I dont think your gonna be able to compete with others if your doing driveways with snowblowers. Off the top of my head I would think you'd have to have them lined up pretty tight and a quick load/unload system to be effective. On residentials you have to take into account the ease of the layout, and the time factor. Also do they want shoveling of walks and or salt


----------



## QuadRacer041 (Sep 1, 2003)

I live in north jersey and I try to get about $125 or so an hour when plowing. I dont know what everbody else is charging but I wont even touch the easiest driveway for less the $40 now.
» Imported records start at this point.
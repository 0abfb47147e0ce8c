"""Reels filled one after another as full as they can be."""

from geom.shop.filling import Job, Reel

__all__ = ["fullest_reels"]

# Cells that a reel is divided into at most, for the sums that its pieces can make.
_CELLS = 1 << 17


class _Sums:
    """The sums that pieces can make, as bits of one long number: bit s is set where some of them make s."""

    def __init__(self, sizes: list[int], left: list[int], room: int) -> None:
        self.mask = (1 << (room + 1)) - 1
        self.steps: list[tuple[int, int, int]] = []  # kind, how many, the sums without them
        self.sums = 1
        for kind in range(len(sizes) - 1, -1, -1):
            most, share = min(left[kind], room // sizes[kind]), 1
            while most > 0:
                number = min(share, most)
                self.steps.append((kind, number, self.sums))
                self.sums |= (self.sums << (number * sizes[kind])) & self.mask
                most -= number
                share *= 2

    def fullest(self, room: int) -> int:
        """Return the greatest sum that is no more than `room`."""
        return (self.sums & ((1 << (room + 1)) - 1)).bit_length() - 1

    def pieces(self, total: int, sizes: list[int]) -> dict[int, int]:
        """Return {kind: how many} of pieces that make a sum, with as few of the last kinds as can be."""
        cuts: dict[int, int] = {}
        for kind, number, without in reversed(self.steps):
            if not (without >> total) & 1:
                cuts[kind] = cuts.get(kind, 0) + number
                total -= number * sizes[kind]
        return cuts


def fullest_reels(job: Job, work: int) -> list[Reel] | None:
    """Return reels that each hold the longest piece left and are otherwise filled as full as can be.

    Where many pieces go on a reel this wastes next to nothing until the last, and so meets the bound of the lengths at
    once. Of several sold lengths that is taken which is then used best.

    Parameters
    ----------
    work : int
        Limit of the work, in shifts of a long number; None is returned when it does not suffice.

    Notes
    -----
    Gupta, J. N. D. and Ho, J. C., "A new heuristic algorithm for the one-dimensional bin-packing problem", Production
    Planning & Control 10 (1999), with the sums kept in the bits of an integer.
    """
    measure = max(1, -(-job.capacities[-1] // _CELLS))
    sizes = [-(-size // measure) for size in job.sizes]  # up: what fits so, fits
    rooms = [room // measure for room in job.capacities]
    left, reels = list(job.demand), []
    longest = len(sizes) - 1
    while longest >= 0:
        if not left[longest]:
            longest -= 1
            continue
        stock, cuts = _fill(job, sizes, rooms, left, longest)
        times = min(left[kind] // number for kind, number in cuts.items())
        work -= sum(1 for number in left if number)
        if work < 0:
            return None
        for kind, number in cuts.items():
            left[kind] -= number * times
        reels.append(Reel(stock, tuple(sorted(cuts.items())), times))
    return reels


def _fill(job: Job, sizes: list[int], rooms: list[int], left: list[int], longest: int) -> tuple[int, dict[int, int]]:
    """Return the sold length that is used best with the longest piece on it, and what is cut of it."""
    left[longest] -= 1
    sums = _Sums(sizes, left, rooms[-1] - sizes[longest])
    left[longest] += 1
    fills = [(sums.fullest(room - sizes[longest]), stock) for stock, room in enumerate(rooms) if room >= sizes[longest]]
    total, stock = max(fills, key=lambda fill: ((fill[0] + sizes[longest]) / job.costs[fill[1]], fill[0]))
    cuts = sums.pieces(total, sizes)
    cuts[longest] = cuts.get(longest, 0) + 1
    return stock, cuts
I have a good amount of work to keep me busy so I can be a little picky now.


----------



## prizeprop (Jan 16, 2004)

Where in NJ are you? We do the typical driveway(approx. 50-60 foot x 2 car width) driveways and walks with snow blowers because theres usually a car in the drive or its difficult to plow.We charge a minimum of $75.00 for 2"-5"of snow. Middlesex county, NJ.


----------